Romain Maes, Belgian cyclist (b. 1913)
Romain Maes (pronounced [ʁɔ.mɛ̃ maːs]; 10 August 1913 – 22 February 1983) was a Belgian cyclist who won the 1935 Tour de France after wearing the yellow jersey of leadership from beginning to end. Maes was the 13th child in his family. He started racing when he was 17. He turned professional in 1933 and won the Omloop van het Westen (Tour of the West). The following year he started the Tour de France and twice finished stages in second place. He then crashed on the day from Digne to Nice and left the race in an ambulance.
His win in 1935 ended a six-year run by French riders.
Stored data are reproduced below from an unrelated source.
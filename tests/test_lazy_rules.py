"""Start-up does only the work a command needs, and a user's rule files are still checked in full at load.

The built-in geometries' symmetry operations are derived on first use and the built-in catalogue's
SMILES are not parsed at load; these tests hold what load time no longer checks for the built-in files
(every geometry derives its group, every SMILES agrees with its entry), and that a user's file still
fails at once.  The element symbols are checked against RDKit's periodic table (reference library).
"""

from __future__ import annotations

import subprocess
import sys
from pathlib import Path

import pytest

from enumerator.errors import RuleError
from enumerator.model.elements import SYMBOLS
from enumerator.rules.ligands import check_smiles, load_ligands
from enumerator.rules.ruleset import load_rules

ROOT = Path(__file__).resolve().parent.parent


def test_element_symbols_are_rdkits():
    from rdkit import Chem

    pt = Chem.GetPeriodicTable()
    assert tuple(pt.GetElementSymbol(z) for z in range(1, 119)) == SYMBOLS


def test_every_builtin_smiles_agrees_with_its_entry():
    entries = load_ligands(load_rules())
    assert len(entries) > 100
    for name, e in entries.items():
        check_smiles(e, f"built-in ligand {name}")  # raises RuleError on a mismatch


def test_every_builtin_geometry_derives_its_group():
    for sym, g in load_rules().geometries.items():
        if g.linear:
            assert g.point_group == "Dinfh"
            continue
        ops = g.operations
        assert ops and ops[0].perm == tuple(range(g.coordination_number)), sym
        assert g.point_group


def test_a_users_bad_smiles_fails_at_load(tmp_path):
    (tmp_path / "ligands.toml").write_text(
        '[[ligand]]\nname = "Xq"\nlabel = "Xq"\nsmiles = "[Cl-:1"\ndonors = ["Cl"]\ndenticity = 1\n'
        "charge = -1\nelectrons_covalent = 1\nelectrons_ionic = 2\n"
    )
    with pytest.raises(RuleError, match="SMILES"):
        load_ligands(load_rules([tmp_path]))


def test_a_users_degenerate_geometry_fails_at_load(tmp_path):
    d = tmp_path / "geometries"
    d.mkdir()
    (d / "XX-3.toml").write_text('symbol = "XX-3"\nname = "x"\nsites = [[1,0,0],[0,1,0],[0,1,0.0000001]]\n')
    with pytest.raises(RuleError, match="XX-3.toml"):
        _ = load_rules([tmp_path]).geometries


@pytest.mark.parametrize("args", [["isomers", "Ma6"], ["count", "Ma4b2"]])
def test_an_abstract_formula_imports_no_rdkit(args):
    # a real formula needs RDKit for the CIP priorities of its ligands; an abstract one never does
    trace = subprocess.run(
        [sys.executable, "-X", "importtime", "-m", "enumerator", *args],
        capture_output=True,
        text=True,
        check=True,
        cwd=ROOT,
    ).stderr
    loaded = {line.rsplit("|", 1)[1].strip().split(".")[0] for line in trace.splitlines() if "|" in line}
    assert "rdkit" not in loaded


def test_builtin_entries_sharing_a_spelling_are_one_molecule():
    from enumerator.rules.ligands import _hill_formula, split_hapto

    entries = load_ligands(load_rules())
    by_spelling: dict[str, set[str]] = {}
    for e in entries.values():
        for s in (e.name, *e.aliases):
            by_spelling.setdefault(s[split_hapto(s)[1] :], set()).add(e.name)
    shared = {k: v for k, v in by_spelling.items() if len(v) > 1}
    assert shared  # the eta-ring entries share spellings (e.g. Cp at several hapticities)
    for spelling, names in shared.items():
        assert len({_hill_formula(entries[n].smiles) for n in names}) == 1, spelling


def test_group_tables_by_permutations_equal_those_by_matrices():
    # a geometry whose sites span space: composing site permutations gives the same table as
    # multiplying the matrices (a linear map is fixed by the images of a spanning set; common practice)
    import numpy as np

    from enumerator.symmetry.dixon import multiplication_table

    checked = 0
    for g in load_rules().geometries.values():
        if g.linear or np.linalg.matrix_rank(np.array(g.vectors)) < 3:
            continue
        mats = [op.array for op in g.operations]
        by_perm = multiplication_table(mats, [op.perm for op in g.operations])
        by_matrix = multiplication_table(mats)
        assert all(np.array_equal(x, y) for x, y in zip(by_perm[:2], by_matrix[:2])), g.symbol
        assert by_perm[2] == by_matrix[2]
        checked += 1
    assert checked >= 15


@pytest.mark.parametrize(
    "formula, options",
    [
        ("Ma6", {}),
        ("Ma2b2c2", {}),
        ("Ma3b3", {"reporters": (("a", "CO"),)}),
        ("M(AA)2b2", {}),
        ("[RuCl2(CO)2(PPh3)2]", {}),
        ("[Fe(CN)5(NO)]2-", {}),
        ("[Co(NH3)3(NO2)3]", {}),
        ("Ma4b", {"geometry": "TBPY-5", "reporters": (("a", "CO"),)}),
    ],
)
def test_the_terminal_table_without_pandas_reads_as_the_dataframe_does(formula, options):
    # the text table skips pandas where the DataFrame hands the values back unchanged (start-up)
    from enumerator.render.text import _plain_rows
    from enumerator.workflow.pipeline import analyse

    res = analyse(formula, **options)
    for wide in (False, True):
        plain = _plain_rows(res, wide)
        df = res.to_dataframe(wide)
        cols = [c for c in df.columns if c not in ("formula", "geometry")]
        rows = [["-" if v in ("", None) else str(v) for v in r] for r in df[cols].itertuples(index=False, name=None)]
        assert plain is None or plain == (cols, rows)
He became a hero in Belgium.
He won the 1936 Paris–Roubaix but wasn't given the victory. The judge said he had seen the Frenchman, Georges Speicher, win. In 1938 he was well on the way to winning Paris-Brussels, leading the race by 100m with only 500m to go. He rode into the velodrome on which the race finished, crossed the line and stopped. The chasers, who had remembered that there was a further lap to ride, swept by him. Maes realised his mistake too late and Marcel Kint won.Maes started the Tour de France in 1939 and won the stage from Caen to Vire, a time trial over 63 km. It gave him the lead. Then he crashed on the eighth stage and abandoned the race.
Maes rode on the track for several years with his namesake, Sylvère Maes, to whom he wasn't related.
Romain Maes stopped racing in 1944 and opened a bar, "In de Gele Trui" (In The Yellow Jersey), near the North station in Brussels.